Omar Sharif, I fell in love with his dreamy eyes and lovely accent!


----------



## SeaBreeze (Nov 12, 2021)

Paul Newman.  @Ruthanne, I like Nicholas Cage too.


----------



## PamfromTx (Nov 12, 2021)

Those piercing blue eyes _*had*_ me in a state of hypnosis for ages.  Those pouty lips weren't bad either.  

Paul Newman


----------



## palides2021 (Nov 12, 2021)

Shero said:


> Omar Sharif, I fell in love with his dreamy eyes and lovely accent!


Me, too! I used to think my dad looked like Omar Sharif and told him one day. He had the same eyes.


----------



## Ruthanne (Nov 12, 2021)

@SeaBreeze  and @PamfromTx I forgot how adorable Paul Newman is/was!  Let's not forget Robert Redford!!  I had forgot about him, too!


----------



## SeaBreeze (Nov 12, 2021)

jujube said:


> Michael Landon.  <sigh>


I think a lot of us liked Little Joe.


----------



## PamfromTx (Nov 12, 2021)

Ruthanne said:


> @SeaBreeze  and @PamfromTx I forgot how adorable Paul Newman is/was!  Let's not forget Robert Redford!!  I had forgot about him, too!
> 
> View attachment 194315
> 
> ...


Love his hair ... and him too, @Ruthanne


----------



## MrPants (Nov 12, 2021)

Sophia Loren for sure when I was in my formative years.
I was very attracted to her .... um ....er personality?


----------



## palides2021 (Nov 12, 2021)

Ruthanne said:


> @SeaBreeze  and @PamfromTx I forgot how adorable Paul Newman is/was!  Let's not forget Robert Redford!!  I had forgot about him, too!
> 
> View attachment 194315
> 
> ...


Yes!!! He was very handsome!!


----------



## SeaBreeze (Nov 12, 2021)

For a while I liked Sal Mineo, kind of a bad boy vibe.  When very young, around 12, I liked Dr. Kildare (Richard Chamerlain).






Matt Dillon


----------



## palides2021 (Nov 12, 2021)

There are many men listed here that I also had crushes on. What about Christopher Reeve and Cary Grant?


----------



## Ruthanne (Nov 12, 2021)

MrPants said:


> Sophia Loren for sure when I was in my formative years.
> I was very attracted to her .... um ....er personality?
> View attachment 194318


She sure is beautiful there!


----------



## Ruthanne (Nov 12, 2021)

Besides being a GREAT actor IMO I felt attracted to Robert DeNiro!


----------



## timoc (Nov 12, 2021)

Did You Ever Have A Crush on an Actor/Actress?​
*Absolutely*, definitely, a Goddess of all my dreams, but she will remain secret, well I'm not telling you lot who I dream about, a gentleman never tells. Chuck a few drams of a good single malt down me and I might give you a clue.


----------



## Ruthanne (Nov 12, 2021)

timoc said:


> Did You Ever Have A Crush on an Actor/Actress?​
> *Absolutely*, definitely, a Goddess of all my dreams, but she will remain secret, well I'm not telling you lot who I dream about, a gentleman never tells. Chuck a few drams of a good single malt down me and I might give you a clue.

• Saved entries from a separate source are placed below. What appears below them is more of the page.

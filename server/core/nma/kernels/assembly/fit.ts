// Generalised least squares at a given τ² and the REML criterion with its derivatives: the kernel of
// ../../model.ts's fitAt (METHODS.md §3), which documents the formulas and lays out the arrays. The
// order of every sum is fitAt's before decision 0049, so that its results are the same to the bit.
import { at, cholesky, index, inverseFromCholesky, multiply, product, put, symmetrise, trace } from "./linear";

@external("math", "log") declare function log(x: f64): f64;

/** target += Xᵢᵀ S Xᵢ for a study of m contrasts whose parameter columns are plus[·] and minus[·] (−1: reference). */
function addProjected(target: usize, p: i32, S: usize, m: i32, plus: usize, minus: usize): void {
  for (let r = 0; r < m; r++) {
    for (let s = 0; s < m; s++) {
      const w = at(S, r * m + s);
      if (w == 0) continue;
      const pr = index(plus, r), mr = index(minus, r), ps = index(plus, s), ms = index(minus, s);
      if (pr >= 0 && ps >= 0) put(target, pr * p + ps, at(target, pr * p + ps) + w);
      if (pr >= 0 && ms >= 0) put(target, pr * p + ms, at(target, pr * p + ms) - w);
      if (mr >= 0 && ps >= 0) put(target, mr * p + ps, at(target, mr * p + ps) - w);
      if (mr >= 0 && ms >= 0) put(target, mr * p + ms, at(target, mr * p + ms) + w);
    }
  }
}

/** xᵀ S x. */
function quadratic(S: usize, x: usize, m: i32): f64 {
  let sum = 0.0;
  for (let r = 0; r < m; r++) for (let s = 0; s < m; s++) sum += at(x, r) * at(S, r * m + s) * at(x, s);
  return sum;
}

/**
 * Fits the model at tau2 to `blocks` studies of sizes[b] contrasts each, whose y, V (m × m), plus and
 * minus follow one another. Writes beta (p), covariance (p × p) and results [residual, restricted
 * log-likelihood, score, information]. Returns −1, or the first study whose covariance is not
 * positive definite, or −2 when XᵀWX is not (the network is not connected).
 * Scratch: W and WPW (Σ m² each: every study's weights), A, M, N, L, H (p × p each), c (p), and
 * `small` (6 m² for the largest m: Σ, its factor, P, WP, WPWP and WPWPW) with `r` (the largest m).
 */
export function fitAt(
  tau2: f64,
  blocks: i32,
  p: i32,
  sizes: usize,
  y: usize,
  V: usize,
  plus: usize,
  minus: usize,
  beta: usize,
  covariance: usize,
  results: usize,
  W: usize,
  WPW: usize,
  A: usize,
  M: usize,
  N: usize,
  L: usize,
  H: usize,
  c: usize,
  small: usize,
  r: usize,
): i32 {
  for (let i = 0; i < p * p; i++) {
    put(A, i, 0);
    put(M, i, 0);
    put(N, i, 0);
  }
  for (let i = 0; i < p; i++) put(c, i, 0);
  let logDetSigma = 0.0;
  let traceWP = 0.0;
  let traceWPWP = 0.0;

  let contrast = 0; // the study's first contrast among all
  let square = 0; // its first entry among all m × m matrices
  for (let b = 0; b < blocks; b++) {
    const m = index(sizes, b);
    const yb = y + (<usize>contrast << 3);
    const plusB = plus + (<usize>contrast << 2);
    const minusB = minus + (<usize>contrast << 2);
    const Wb = W + (<usize>square << 3);
    const WPWb = WPW + (<usize>square << 3);
    if (m == 1) {
      // A two-arm study: every matrix is one number, P = [1], WP = W, WPW = W², WPWPW = W³.
      const sigma = at(V + (<usize>square << 3), 0) + tau2;
      const w = 1 / sigma;
      logDetSigma += log(sigma);
      put(Wb, 0, w);
      put(WPWb, 0, w * w);
      addProjected(A, p, Wb, 1, plusB, minusB);
      const plus0 = index(plusB, 0), minus0 = index(minusB, 0);
      if (plus0 >= 0) put(c, plus0, at(c, plus0) + w * at(yb, 0));
      if (minus0 >= 0) put(c, minus0, at(c, minus0) - w * at(yb, 0));
      traceWP += w;
      traceWPWP += w * w;
      addProjected(M, p, WPWb, 1, plusB, minusB);
      put(small, 0, w * w * w);
      addProjected(N, p, small, 1, plusB, minusB);
    } else {
      const mm = m * m;
      const sigma = small;
      const Lb = small + (<usize>mm << 3);
      const P = small + (<usize>(2 * mm) << 3);
      const WP = small + (<usize>(3 * mm) << 3);
      const WPWP = small + (<usize>(4 * mm) << 3);
      const WPWPW = small + (<usize>(5 * mm) << 3);
      const Vb = V + (<usize>square << 3);
      for (let j = 0; j < m; j++) for (let k = 0; k < m; k++) put(P, j * m + k, j == k ? 1 : 0.5);
      for (let i = 0; i < mm; i++) put(sigma, i, at(Vb, i) + tau2 * at(P, i));
      if (!cholesky(sigma, Lb, m)) return b;
      let logDet = 0.0;
      for (let i = 0; i < m; i++) logDet += 2 * log(at(Lb, i * m + i));
      inverseFromCholesky(Lb, Wb, m);
      symmetrise(Wb, Wb, m);
      logDetSigma += logDet;
      addProjected(A, p, Wb, m, plusB, minusB);
      for (let row = 0; row < m; row++) {
        let sum = 0.0;
        for (let s = 0; s < m; s++) sum = sum + at(Wb, row * m + s) * at(yb, s);
        const pr = index(plusB, row), mr = index(minusB, row);
        if (pr >= 0) put(c, pr, at(c, pr) + sum);
        if (mr >= 0) put(c, mr, at(c, mr) - sum);
      }
      product(Wb, P, WP, m);
      product(WP, Wb, WPWb, m);
      traceWP += trace(WP, m);
      product(WP, WP, WPWP, m);
      traceWPWP += trace(WPWP, m);
      addProjected(M, p, WPWb, m, plusB, minusB);
      product(WPWP, Wb, WPWPW, m);
      addProjected(N, p, WPWPW, m, plusB, minusB);
    }
    contrast += m;
    square += m * m;
  }

  symmetrise(A, A, p);
  if (!cholesky(A, L, p)) return -2;
  inverseFromCholesky(L, H, p);
  for (let i = 0; i < p; i++) {
    let s = 0.0;
    for (let k = 0; k < p; k++) s += at(H, i * p + k) * at(c, k);
    put(beta, i, s);
  }
  let logDetA = 0.0;
  for (let i = 0; i < p; i++) logDetA += 2 * log(at(L, i * p + i));

  let residual = 0.0;
  let residualP = 0.0;
  contrast = 0;
  square = 0;
  for (let b = 0; b < blocks; b++) {
    const m = index(sizes, b);
    for (let j = 0; j < m; j++) {
      const pj = index(plus, contrast + j), mj = index(minus, contrast + j);
      put(r, j, at(y, contrast + j) - (pj >= 0 ? at(beta, pj) : 0) + (mj >= 0 ? at(beta, mj) : 0));
    }
    residual += quadratic(W + (<usize>square << 3), r, m);
    residualP += quadratic(WPW + (<usize>square << 3), r, m);
    contrast += m;
    square += m * m;
  }

  // HM into A's space and HN into L's: neither is needed any more.
  const HM = A;
  const HN = L;
  multiply(H, M, HM, p);
  multiply(H, N, HN, p);
  let traceHM = 0.0;
  let traceHN = 0.0;
  let traceHMHM = 0.0;
  for (let i = 0; i < p; i++) {
    traceHM += at(HM, i * p + i);
    traceHN += at(HN, i * p + i);
    for (let j = 0; j < p; j++) traceHMHM += at(HM, i * p + j) * at(HM, j * p + i);
  }
  symmetrise(H, covariance, p);
  put(results, 0, residual);
  put(results, 1, -0.5 * (logDetSigma + logDetA + residual));
  put(results, 2, 0.5 * (residualP - traceWP + traceHM));
  put(results, 3, 0.5 * (traceWPWP - 2 * traceHN + traceHMHM));
  return -1;
}
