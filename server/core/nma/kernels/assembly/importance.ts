// The pair loop of the study importances (METHODS.md §13; ../../importance.ts documents the
// formulas): for one study, every pair's loss of precision without it, kept in each pair's list of
// the most important studies. Same arithmetic, order and ties as the loop it replaced (decision 0049).
import { at, index, put } from "./linear";

/** Below this, an eigenvalue of N is a direction the network loses entirely without the study. */
const LOST_DIRECTION: f64 = 1e-9;

/**
 * Scores study `study` (whose label ranks `rank` in code-point order) for every pair i < j of the T
 * options: h = rows[·][column i] − rows[·][column j] over its m directions (column −1: the
 * reference, 0), I = 1 when a lost direction (λ ≤ 1e-9) carries some of h, otherwise
 * Σ h²/λ / (v_N + Σ h²/λ). A value ≥ floor enters the pair's list: `length` entries at most, largest
 * first, equal values by label. Lists are stored per pair (i·T + j) as `length` values, studies and
 * ranks, with their fill in `filled`. `h` is scratch for T·m doubles.
 */
export function scoreStudy(
  study: i32,
  rank: i32,
  m: i32,
  rows: usize,
  lambda: usize,
  p: i32,
  T: i32,
  column: usize,
  variance: usize,
  floor: f64,
  length: i32,
  values: usize,
  studies: usize,
  ranks: usize,
  filled: usize,
  h: usize,
): void {
  // Each option's coordinates in the study's directions, read once.
  for (let t = 0; t < T; t++) {
    const c = index(column, t);
    for (let k = 0; k < m; k++) put(h, t * m + k, c >= 0 ? at(rows, k * p + c) : 0);
  }
  for (let i = 0; i < T; i++) {
    for (let j = i + 1; j < T; j++) {
      const vN = at(variance, i * T + j);
      let extra = 0.0;
      let lost = false;
      for (let k = 0; k < m; k++) {
        const d = at(h, i * m + k) - at(h, j * m + k);
        const l = at(lambda, k);
        if (l > LOST_DIRECTION) extra += (d * d) / l;
        else if (Math.abs(d) > 1e-6 * Math.sqrt(vN)) lost = true;
      }
      const value = lost ? 1 : extra / (vN + extra);
      if (value >= floor) insert(i * T + j, value, study, rank, length, values, studies, ranks, filled);
    }
  }
}

/** Whether (value, rank) goes before entry e of the list: largest first, equal values by label. */
@inline function precedes(value: f64, rank: i32, values: usize, ranks: usize, e: i32): bool {
  const other = at(values, e);
  return value > other || (value == other && rank < index(ranks, e));
}

function insert(pair: i32, value: f64, study: i32, rank: i32, length: i32, values: usize, studies: usize, ranks: usize, filled: usize): void {
  const first = pair * length;
  const count = index(filled, pair);
  if (count == length && !precedes(value, rank, values, ranks, first + length - 1)) return;
  let i = count < length ? count : length - 1;
  while (i > 0 && precedes(value, rank, values, ranks, first + i - 1)) {
    put(values, first + i, at(values, first + i - 1));
    store<i32>(studies + (<usize>(first + i) << 2), index(studies, first + i - 1));
    store<i32>(ranks + (<usize>(first + i) << 2), index(ranks, first + i - 1));
    i--;
  }
  put(values, first + i, value);
  store<i32>(studies + (<usize>(first + i) << 2), study);
  store<i32>(ranks + (<usize>(first + i) << 2), rank);
  if (count < length) store<i32>(filled + (<usize>pair << 2), count + 1);
}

Oh come on @timoc We all want to know!


----------



## timoc (Nov 12, 2021)

Ruthanne said:


> Oh come on @timoc We all want to know!


You can tie my wrist together and hang me up in the air like you've done before, Ruth, and tickle me under my feet, but I'll never tell.


----------



## Shero (Nov 12, 2021)

timoc said:


> You can tie my wrist together and hang me up in the air like you've done before, Ruth, and tickle me under my feet, but I'll never tell.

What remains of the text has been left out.